Don’t let them touch you
The narrative doesn’t so much unfurl as coalesce, with plot and characters glimpsed through the barely penetrable darkness of the worldbuilding. Crash – true to character – is (at least initially) parsimonious in doling out context; while I could argue that its clever for the reading experience to fly as blind as the characters must through the froth, some readers may find it frustrating. I largely loved the way details and new threats emerged from the gloom, although I’d dearly like to know exactly what went down at Cataract 6.
It helps that I love Skinner’s prose – this may be a chonky book, but it is as immersive as it is compelling. Let’s face it, this is still the apocalyptic adventures of a space archaeologist and her robot mirror, piecing together the shattered clues of an undead civilisation to try and prevent an invasion of maddened machine ghosts. Of course I adored it as it broke my heart (you’ve been warned), not least for the way Skinner captures the irresistible lure of understanding the past – even when its trying to obliterate you.
In my opinion, Origin Complex can be approached as a stand-alone – noting that whichever novel you read first will include spoilers for the other. Those who have read Steel Frame will know what the Demiurge is calling home to report (but can take pleasure in Crash’s journey), while those coming fresh to the universe can unravel its mysteries alongside Crash.

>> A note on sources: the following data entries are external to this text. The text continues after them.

/**
 * One wrench on one platform, stored the way each type stores it. The platform's axes are x along the laboratory's x, y
 * along its -y, z down; its centre is at (0.25, 0.3, 0) m. The same load is meant throughout: 20 N forward and 800 N up on
 * the subject, 50 mm along platform x and -30 mm along platform y from the centre, so at (0.30, 0.33) m in the laboratory.
 */
class PlatformReaderTest {

    /** Newtons and millimetres are stored as float32 of numbers below 1e5. */
    private static final double STORED = 1e-5;

    private static final double FX = 20;
    private static final double FZ = -800;
    private static final double X = 50;
    private static final double Y = -30;
    private static final double DEPTH = 40;
    private static final double[] CORNERS = {500, 0, 0, 0, 0, 0, 0, 600, 0, 500, 600, 0};

    @TempDir
    private Path folder;

    /** Moments about a measuring origin DEPTH below the centre, N mm: r x F with r = (X, Y, -DEPTH), z down. */
    private static double[] sixChannels() {
        return new double[] {FX, 0, FZ, Y * FZ, -DEPTH * FX - X * FZ, -Y * FX};
    }

    private Recording read(int type, double[] origin, double[] sample, double[] more, String... named)
            throws IOException, FormatException {
        return read(type, origin, new double[][] {sample, sample}, new int[] {1, 0}, more, named);
    }

    private Recording read(
            int type, double[] origin, double[][] samples, int[] zero, double[] calibration, String... without)
            throws IOException, FormatException {
        ParameterWriter sizing = parameters(0, type, origin, samples, zero, calibration, List.of(without));
        int data = 2 + sizing.blocks();
        byte[] section = parameters(data, type, origin, samples, zero, calibration, List.of(without))
                .section();
        int channels = samples[0].length;
        ByteBuffer out = ByteBuffer.allocate(512 * data).order(ByteOrder.LITTLE_ENDIAN);
        out.put(0, (byte) 2).put(1, (byte) 0x50).putShort(4, (short) channels).putShort(6, (short) 1);
        out.putShort(8, (short) samples.length).putFloat(12, -1).putShort(16, (short) data);
        out.putShort(18, (short) 1).putFloat(20, 100);
        out.position(512);
        out.put(section);
        for (double[] sample : samples) {
            for (double v : sample) {
                out.putFloat((float) v);
            }
        }
        Path file = folder.resolve("platform.c3d");
        Files.write(file, out.array());
        return C3dFile.read(file).toRecording();
    }

    private static ParameterWriter parameters(
            int data,
            int type,
            double[] origin,
            double[][] samples,
            int[] zero,
            double[] calibration,
            List<String> without) {
        int n = samples[0].length;
        ParameterWriter p = new ParameterWriter();
        p.group("POINT", "Points");
        p.integers("USED", "Points", new int[] {0});
        p.reals("SCALE", "Reals", new double[] {-1});
        p.reals("RATE", "Rate", new double[] {100});
        p.integers("DATA_START", "Data", new int[] {data});
        p.integers("FRAMES", "Frames", new int[] {samples.length});
        p.text("UNITS", "Unit", "mm");
        p.group("ANALOG", "Channels");
        p.integers("USED", "Channels", new int[] {n});
        p.reals("GEN_SCALE", "Scale", new double[] {1});
        double[] ones = new double[n];
        java.util.Arrays.fill(ones, 1);
        p.reals("SCALE", "Scales", ones, n);
        p.integers("OFFSET", "Offsets", new int[n], n);
        p.reals("RATE", "Rate", new double[] {100});
        p.group("FORCE_PLATFORM", "Platforms");
        p.integers("USED", "Platforms", new int[] {1});
        p.integers("TYPE", "Types", new int[] {type}, 1);
        p.integers("ZERO", "Baseline", zero, 2);
        if (!without.contains("CORNERS")) {
            p.reals("CORNERS", "Corners", CORNERS, 3, 4, 1);
        }
        if (!without.contains("ORIGIN")) {
            p.reals("ORIGIN", "Origin", origin, 3, 1);
        }
        int[] numbers = new int[without.contains("CHANNEL") ? 3 : n];
        for (int i = 0; i < numbers.length; i++) {
            numbers[i] = i + 1;
        }
        p.integers("CHANNEL", "Channels", numbers, numbers.length, 1);
        if (calibration.length > 0) {
            int rows = calibration.length / n;
            p.reals("CAL_MATRIX", "Calibration", calibration, rows, n, 1);
        }
        return p;
    }

    private static void isTheLoad(Recording r) {
        PlatformLoads loads = r.platforms().get(0);
        assertThat(loads.force(0).distance(new Vec3(20, 0, 800))).isLessThan(STORED);
        assertThat(loads.up().distance(Vec3.Z)).isLessThan(STORED);
        // exact: centre + x (1, 0, 0) + y (0, -1, 0).
        assertThat(loads.centreOfPressure(0).distance(new Vec3(0.30, 0.33, 0)))
                .as(loads.centreOfPressure(0).toString())
                .isLessThan(STORED);
        // exact: the force through that point has no moment about the platform's normal there.
        assertThat(loads.freeMoment(0)).isCloseTo(0, within(STORED));
    }

    private static List<String> codes(Recording r) {
        return r.findings().stream().map(Finding::code).toList();
    }

    private static double[] origin(double z) {
        return new double[] {0, 0, z};
    }

    @Test
    void typeTwoStoresForcesAndMomentsAboutItsOrigin() throws IOException, FormatException {
        Recording r = read(2, origin(-DEPTH), sixChannels(), new double[0]);
        isTheLoad(r);
        assertThat(r.findings()).isEmpty();
    }

    @Test
    void positiveOriginMeansItsOppositeAndIsSaid() throws IOException, FormatException {
        Recording r = read(2, origin(DEPTH), sixChannels(), new double[0]);
        isTheLoad(r);
        assertThat(codes(r)).containsExactly("platform.origin-sign");
        assertThat(r.findings().get(0).message()).contains("ORIGIN has z = 40.0 mm, expected negative");
    }

    @Test
    void typeOneStoresTheCentreOfPressure() throws IOException, FormatException {
        isTheLoad(read(1, origin(0), new double[] {FX, 0, FZ, X, Y, 0}, new double[0]));
    }

    private static final double A = 120;
    private static final double B = 200;

    /** exact: four verticals with the wanted sum and moments and no twist; both Fx chosen for Mz, no Fy. */
    private static double[] eightChannels() {
        double[] six = sixChannels();
        double along = six[3] / (4 * B);
        double across = six[4] / (4 * A);
        double turn = six[5] / (2 * B);
        return new double[] {
            FX / 2 - turn,
            FX / 2 + turn,
            0,
            0,
            FZ / 4 + along - across,
            FZ / 4 + along + across,
            FZ / 4 - along + across,
            FZ / 4 - along - across
        };
    }

    @Test
    void typeThreeSumsItsEightSensors() throws IOException, FormatException {
        isTheLoad(read(3, new double[] {A, B, -DEPTH}, eightChannels(), new double[0]));
        Recording reversed = read(3, new double[] {A, B, DEPTH}, eightChannels(), new double[0]);
        isTheLoad(reversed);
        assertThat(reversed.findings().get(0).message()).contains("its z is reversed");
    }

    @Test
    void typeFiveMakesSixOfEightByItsMatrix() throws IOException, FormatException {
        // exact: the sums of type 3 written as a 6 x 8 matrix, stored column by column.
        double[][] sums = {
            {1, 1, 0, 0, 0, 0, 0, 0},
            {0, 0, 1, 1, 0, 0, 0, 0},
            {0, 0, 0, 0, 1, 1, 1, 1},
            {0, 0, 0, 0, B, B, -B, -B},
            {0, 0, 0, 0, -A, A, A, -A},
            {-B, B, A, -A, 0, 0, 0, 0}
        };
        double[] matrix = new double[48];
        for (int row = 0; row < 6; row++) {
            for (int column = 0; column < 8; column++) {
                matrix[6 * column + row] = sums[row][column];
            }
        }
        isTheLoad(read(5, origin(-DEPTH), eightChannels(), matrix));
    }

    @Test
    void typeSevenMultipliesTheEightOfTypeThree() throws IOException, FormatException {
        // exact: the first channel is half of what it should be and lacks a tenth of the second.
        double[] eight = eightChannels();
        double[] matrix = new double[64];
        for (int i = 0; i < 8; i++) {
            matrix[8 * i + i] = 1;
        }
        matrix[0] = 2;
        matrix[8] = 0.1;
        eight[0] = (eight[0] - 0.1 * eight[1]) / 2;
        isTheLoad(read(7, new double[] {A, B, -DEPTH}, eight, matrix));
    }

    @Test
    void typeSixHasThreeForcesOfEachOfFourSensors() throws IOException, FormatException {
        double[] eight = eightChannels();
        // exact: type 3 sums Fx of the sensors at +b and at -b, here one sensor of each pair carries all of it.
        double[] twelve = {eight[0], 0, eight[4], 0, 0, eight[5], eight[1], 0, eight[6], 0, 0, eight[7]};
        Recording plain = read(6, new double[] {A, B, -DEPTH}, twelve, new double[0]);
        isTheLoad(plain);
        assertThat(codes(plain)).containsExactly("platform.channel-order");
        double[] half = new double[144];
        for (int i = 0; i < 12; i++) {
            half[12 * i + i] = 0.5;
            twelve[i] *= 2;
        }
        isTheLoad(read(6, new double[] {A, B, -DEPTH}, twelve, half));
    }

    @Test
    void typeThreeWithoutSensorDistancesHasForceAndNoCentreOfPressure() throws IOException, FormatException {
        Recording r = read(3, origin(0), new double[] {FX, 0, 0, 0, -200, -200, -200, -200}, new double[0]);
        assertThat(codes(r)).containsExactly("platform.no-cop");
        assertThat(r.platforms().get(0).vertical(0)).isCloseTo(800, within(STORED));
        assertThat(r.platforms().get(0).centreOfPressure(0).isFinite()).isFalse();
    }

    @Test
    void typeFourMultipliesByItsMatrixStoredColumnByColumn() throws IOException, FormatException {
        double[] six = sixChannels();
        // exact: twice each channel, and 0.25 of channel 3 on the first force: element (1, 3), stored as number 2 * 6 +
        // 1.
        double[] matrix = new double[36];
        for (int i = 0; i < 6; i++) {
            matrix[6 * i + i] = 2;
        }
        matrix[6 * 2] = 0.25;
        double[] raw = new double[6];
        for (int i = 0; i < 6; i++) {
            raw[i] = six[i] / 2;
        }
        raw[0] = (six[0] - 0.25 * raw[2]) / 2;
        isTheLoad(read(4, origin(-DEPTH), raw, matrix));
    }

    @Test
    void actionOnTheFloorIsTurnedIntoReactionAndIsSaid() throws IOException, FormatException {
        double[] action = sixChannels();
        for (int i = 0; i < action.length; i++) {
            action[i] = -action[i];
        }
        Recording r = read(2, origin(-DEPTH), action, new double[0]);
        isTheLoad(r);
        assertThat(codes(r)).containsExactly("platform.action-stored");
    }

    @Test
    void noiseOfAnEmptyPlatformIsLeftAsStored() throws IOException, FormatException {
        double[] noise = {0, 0, 6.5, 0, 0, 0};
        Recording r = read(2, origin(-DEPTH), noise, new double[0]);
        assertThat(r.platforms().get(0).vertical(0)).isCloseTo(-6.5, within(STORED));
        assertThat(r.findings()).isEmpty();
    }

    @Test
    void platformThatNeverChangesDoesNotTurnTheOthers() throws IOException, FormatException {
        List<Vec3> corners =
                List.of(new Vec3(0.5, 0, 0), new Vec3(0, 0, 0), new Vec3(0, 0.6, 0), new Vec3(0.5, 0.6, 0));
        double[] stuck = {0, 0, -1500, 0, 0, -1500};
        double[] loaded = {0, 0, 0, 0, 0, 800};
        List<PlatformLoads> loads = new ArrayList<>();
        for (double[] force : List.of(stuck, loaded)) {
            loads.add(new PlatformLoads(
                    loads.size() + 1, 2, corners, Vec3.Z, 100, 0, true, force, new double[force.length]));
        }
        Path file = folder.resolve("stuck.c3d");
        C3dWriter.write(file, new Recording("stuck.c3d", 100, 1, 2, List.of(), loads, List.of(), List.of()));
        Recording r = C3dFile.read(file).toRecording();
        // exact: the written numbers, both with their sign.
        assertThat(r.platforms().get(1).vertical(1)).isCloseTo(800, within(STORED));
        assertThat(r.platforms().get(0).vertical(1)).isCloseTo(-1500, within(STORED));
        assertThat(codes(r)).containsExactly("platform.negative-load");
    }

    @Test
    void platformThatPullsTheSubjectIsSaid() throws IOException, FormatException {
        double[] pull = {0, 0, 60, 0, 0, 0};
        Recording r = read(2, origin(-DEPTH), new double[][] {sixChannels(), pull}, new int[] {1, 0}, new double[0]);
        isTheLoad(r);
        assertThat(codes(r)).containsExactly("platform.negative-load");
        assertThat(r.findings().get(0).message()).contains("goes down to -60.0 N");
    }

    @Test
    void centreOfPressureOutsideTheCornersIsSaid() throws IOException, FormatException {
        // exact: x = -My / Fz = -240000 / -800 = 300 mm from the centre, 50 mm beyond the edge at 250 mm.
        Recording r = read(2, origin(0), new double[] {0, 0, FZ, 0, 240000, 0}, new double[0]);
        assertThat(codes(r)).containsExactly("platform.cop-outside");
        assertThat(r.findings().get(0).message()).contains("in 100 % of the loaded samples");
    }

    @Test
    void baselineOfAnUnloadedWindowIsTakenOff() throws IOException, FormatException {
        double[] bias = {3, -2, 5, 100, 200, 300};
        double[] loaded = sixChannels();
        for (int i = 0; i < 6; i++) {
            loaded[i] += bias[i];
        }
        // exact: frames 2 and 3 hold the bias alone, so what is left of frame 1 is the load.
        isTheLoad(read(2, origin(-DEPTH), new double[][] {loaded, bias, bias}, new int[] {2, 3}, new double[0]));
    }

    @Test
    void baselineOfALoadedWindowIsLeft() throws IOException, FormatException {
        double[] none = new double[6];
        Recording r =
                read(2, origin(-DEPTH), new double[][] {sixChannels(), none, none}, new int[] {1, 1}, new double[0]);
        isTheLoad(r);
        assertThat(codes(r)).containsExactly("platform.zero-loaded");
    }

    @Test
    void platformsThatCannotBeUsedAreLeftOutAndSaid() throws IOException, FormatException {
        double[] none = new double[0];
        Recording unknown = read(9, origin(-DEPTH), sixChannels(), none);
        assertThat(unknown.platforms()).isEmpty();
        assertThat(unknown.findings().get(0).message()).contains("is of type 9; types 1 to 7 are known");
        assertThat(read(2, origin(-DEPTH), sixChannels(), none, "CORNERS")
                        .findings()
                        .get(0)
                        .message())
                .contains("has corners that are not finite");
        assertThat(read(2, origin(-DEPTH), sixChannels(), none, "CHANNEL")
                        .findings()
                        .get(0)
                        .message())
                .contains("expected 6 between 1 and 6");
        assertThat(read(4, origin(-DEPTH), sixChannels(), none)
                        .findings()
                        .get(0)
                        .message())
                .contains("has no 6 x 6 calibration matrix");
        assertThat(read(7, new double[] {A, B, -DEPTH}, eightChannels(), none)
                        .findings()
                        .get(0)
                        .message())
                .contains("has no 8 x 8 calibration matrix");
        assertThat(codes(read(2, origin(-DEPTH), sixChannels(), none, "ORIGIN")))
                .contains("platform.no-cop");
    }
}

If pushed, I’d still suggest reading Steel Frame first as the final act of Origin Complex reintroduces characters from the first book and progresses its ending, but it’s a bit like The Girl With All The Gifts and The Boy On The Bridge – either book can technically be read first (but I’m glad I read The Girl With All The Gifts and Steel Frame first).
Wherever you start, I would urge you to pick one up if you have any love for the horrors found in inscrutable alien ruins, or action-packed narratives that pack an emotional punch. Steel Frame is an undeservedly overlooked debut and Origin Complex is a wonderful second helping that enhances and expands the universe.
I received a free copy from the author. This has not influenced the content of my review, although did mean he had to put up with my reaction tweets.